Given data
=-=-=-=-=

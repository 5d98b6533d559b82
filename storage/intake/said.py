"""What a person says of a file of results, and what is set aside of it."""

from __future__ import annotations

from collections.abc import Mapping
from dataclasses import dataclass, field
from types import MappingProxyType

from core.record.message import Message
from storage.intake.findings import MAX_LISTED, Refusal, UnknownCode

_MOST_CODES = 1_000


@dataclass(frozen=True, slots=True)
class Said:
    """What a person said of a file of results.

    `zone` for times without an offset; `episodes` by identifier ('*' for every patient of the file); `codes`
    gives local codes a channel, or an empty text where a code is not wanted.
    """

    zone: str = ""
    episodes: Mapping[str, str] = field(default_factory=lambda: MappingProxyType({}))
    codes: Mapping[str, str] = field(default_factory=lambda: MappingProxyType({}))


@dataclass(slots=True)
class Aside:
    """What is not for this record, with its reasons; listed up to a limit, counted beyond it."""

    listed: list[Refusal] = field(default_factory=list)
    count: int = 0
    codes: dict[str, UnknownCode] = field(default_factory=dict)

    def note_code(self, key: str, name: str, example: str, unit: str) -> None:
        """Note a code that nobody has said anything of."""
        if key and key not in self.codes and len(self.codes) < _MOST_CODES:
            self.codes[key] = UnknownCode(key, name[:80], example[:40], unit[:20])
        if key in self.codes:
            self.codes[key].count += 1

    def put(self, line: int, column: str, value: str, message: Message) -> None:
        """Note one."""
        self.count += 1
        if len(self.listed) < MAX_LISTED:
            self.listed.append(Refusal(line, column, value[:200], message))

=-=-=-=-=

Required work
Only the lines containing the string "unit" are needed; pull them out of the records.

Reply
    def note_code(self, key: str, name: str, example: str, unit: str) -> None:
            self.codes[key] = UnknownCode(key, name[:80], example[:40], unit[:20])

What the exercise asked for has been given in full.